The bucket notifications feature also is an example of Red Hat pulling together products to create a full infrastructure that organizations can leverage. It sits atop OpenShift, uses Ceph as the bucket notification feature and AMQ Streams, as well as the Knative serverless open source computing technology, Brey says.
The Nautilus Effect
Ceph 4 is based on Nautilus, which Red Hat leveraged but also brought in features from other open-source projects, like OpenATTIC, a management and monitoring system for Ceph that Red Hat worked with others to develop. More important was the inclusion of BlueStore, which Red Hat initially implemented in Ceph 3.3.
“In the original release of Ceph and the early versions of Ceph, that piece of the architecture was called FileStore,” Brey says. “It had some particular challenges in how it did write backs around caching and logging. Those were two of the biggest problems that BlueStore solved. What it boiled down was there is a double-write penalty with FileStore and BlueStore eliminated that write penalty. … The truth of this is we introduced BlueStore in our 3.3 launch, but it’s not until now because we had to execute all these benchmarks. It’s not until now that we’re able to go public with these benchmarks in this particular launch.”
Red Hat sees a healthy market developing over the next few years, particularly around the use of data lakes, data repositories for analytics, AI and machine learning data, he says. Many enterprises are evaluating such technologies with tools like Apache Spark or TensorFlow.
“But the reality is that most mainstream organizations haven’t necessarily figured out how to use that technology to produce reproducible business results,” Brey says. “In the next three, four, five years, that it will become much more mainstream and the technologies underlying all of this will become much more proven. What that means for Ceph is it’s moving from the realm of big retailers or big financial services companies who we’ve worked with – and some of those are customers of ours, the bleeding front edge of this – to much more mainstream across enterprises, both big and small.
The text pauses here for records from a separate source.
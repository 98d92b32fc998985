//! Families end to end against tests/reference/fixtures/families.json (mpmath,
//! 40 digits; marginal likelihoods by quadrature of their defining integrals):
//! predictive quantiles and cdfs, log marginal likelihoods, highest-density
//! intervals and conflict tails. Inputs go through the same key parsing as the
//! command line.

use priorwright::analysis::summary::summarize_predictive;
use priorwright::family::Prior;
use serde_json::Value;

fn cases() -> Vec<Value> {
    let text = std::fs::read_to_string(concat!(
        env!("CARGO_MANIFEST_DIR"),
        "/tests/reference/fixtures/families.json"
    ))
    .expect("fixture present");
    let v: Value = serde_json::from_str(&text).expect("JSON");
    v["cases"].as_array().expect("cases").clone()
}

fn rel(got: f64, want: f64) -> f64 {
    if want == 0.0 {
        got.abs()
    } else {
        ((got - want) / want).abs()
    }
}

fn prior_of(c: &Value) -> Prior {
    Prior::parse(c["family"].as_str().unwrap(), c["prior"].as_str().unwrap()).unwrap()
}

#[test]
fn every_family_matches_the_reference() {
    let mut failures = Vec::new();
    let mut kinds = std::collections::BTreeSet::new();
    for c in cases() {
        let kind = c["kind"].as_str().unwrap().to_owned();
        kinds.insert(kind.clone());
        let prior = prior_of(&c);
        let label = format!("{} {} {}", kind, c["family"], c["prior"]);
        let mut check = |what: &str, got: f64, want: f64, tol: f64| {
            if rel(got, want) > tol {
                failures.push(format!("{label} {what}: got {got:e}, reference {want:e}"));
            }
        };
        match kind.as_str() {
            "predictive" => {
                let used = match c["data"].as_str() {
                    Some(d) => prior.update(&prior.parse_data(d).unwrap()).unwrap(),
                    None => prior.clone(),
                };
                let future = used.parse_future(c["future"].as_str().unwrap()).unwrap();
                let pred = used.predictive(&future).unwrap();
                let probs: Vec<f64> = c["quantiles"]
                    .as_array()
                    .unwrap()
                    .iter()
                    .map(|q| q["p"].as_f64().unwrap())
                    .collect();
                let at: Vec<f64> = c["at"]
                    .as_array()
                    .unwrap()
                    .iter()
                    .map(|a| a["x"].as_f64().unwrap())
                    .collect();
                let s = &summarize_predictive(&pred, &probs, &at).unwrap()[0];
                for (q, (_, got)) in c["quantiles"].as_array().unwrap().iter().zip(&s.quantiles) {
                    check("quantile", *got, q["value"].as_f64().unwrap(), 1e-10);
                }
                for (a, got) in c["at"].as_array().unwrap().iter().zip(&s.at) {
                    check(
                        "density",
                        got.density,
                        a["density"].as_f64().unwrap(),
                        1e-10,
                    );
                    check("cdf", got.cdf, a["cdf"].as_f64().unwrap(), 1e-10);
                }
            }
            "ln_ml" => {
                let data = prior.parse_data(c["data"].as_str().unwrap()).unwrap();
                let got = prior.ln_marginal_likelihood(&data).unwrap();
                check(
                    "ln marginal likelihood",
                    got,
                    c["value"].as_f64().unwrap(),
                    1e-11,
                );
            }
            "hpd" => {
                let name = c["parameter"].as_str().unwrap();
                let m = prior
                    .marginals()
                    .into_iter()
                    .find(|m| m.name == name)
                    .unwrap();
                let i = m.distribution.hpd_interval(c["level"].as_f64().unwrap());
                check("hpd lower", i.lower, c["lower"].as_f64().unwrap(), 1e-9);
                check("hpd upper", i.upper, c["upper"].as_f64().unwrap(), 1e-9);
            }
            "conflict" => {
                let data = prior.parse_data(c["data"].as_str().unwrap()).unwrap();
                let k = prior.conflict(&data).unwrap().unwrap();
                check(
                    "lower tail",
                    k.lower_tail,
                    c["lower_tail"].as_f64().unwrap(),
                    1e-10,
                );
                check(
                    "upper tail",
                    k.upper_tail,
                    c["upper_tail"].as_f64().unwrap(),
                    1e-10,
                );
            }
            other => panic!("unknown case kind {other}"),
        }
    }
    assert_eq!(kinds.len(), 4, "fixture lacks a kind: {kinds:?}");
    assert!(failures.is_empty(), "{}", failures.join("\n"));
}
My radical view of the world is that every business is going to need this technology at some point in one form or another and part of it is just the technology evolution problem. Part of it is also cultural with these organizations because it’s brand-new technologies, they’re trying to figure out how to use it.”
The ongoing use of Ceph with other Red Hat technologies also will be a key in the future. With the growing adoption of containers and Kubernetes, Red Hat is investing heavily in OpenShift. There also is another product called OpenShift Container Storage, which handles a lot of the provisioning for containers. The latest released, version 4.2, launched in January, which contains technology components from Ceph.
“We keep talking about opening new markets, but I want to talk about solving world problems for personas that haven’t been typical buyers of storage and the personas that I’m talking about, early application developers or data scientists,” Brey says. “I’m trying to figure out a way to message to them that it’s storage. You don’t have to think about it, it just works. We’re working on that together with our OpenShift team. They obviously have a lot of insight into particularly the application development world. From an application development perspective, that’s the vision of where we’re going. This Ceph 4 launch is almost like a brand new day because we’re going from the old world of what Ceph was and we’re adding a lot of these new features and we’re moving into this brave new world where I think it’s going to be fine. It’s going to be exciting to talk about how we solve not just for workloads. We solve real problems for application developers.”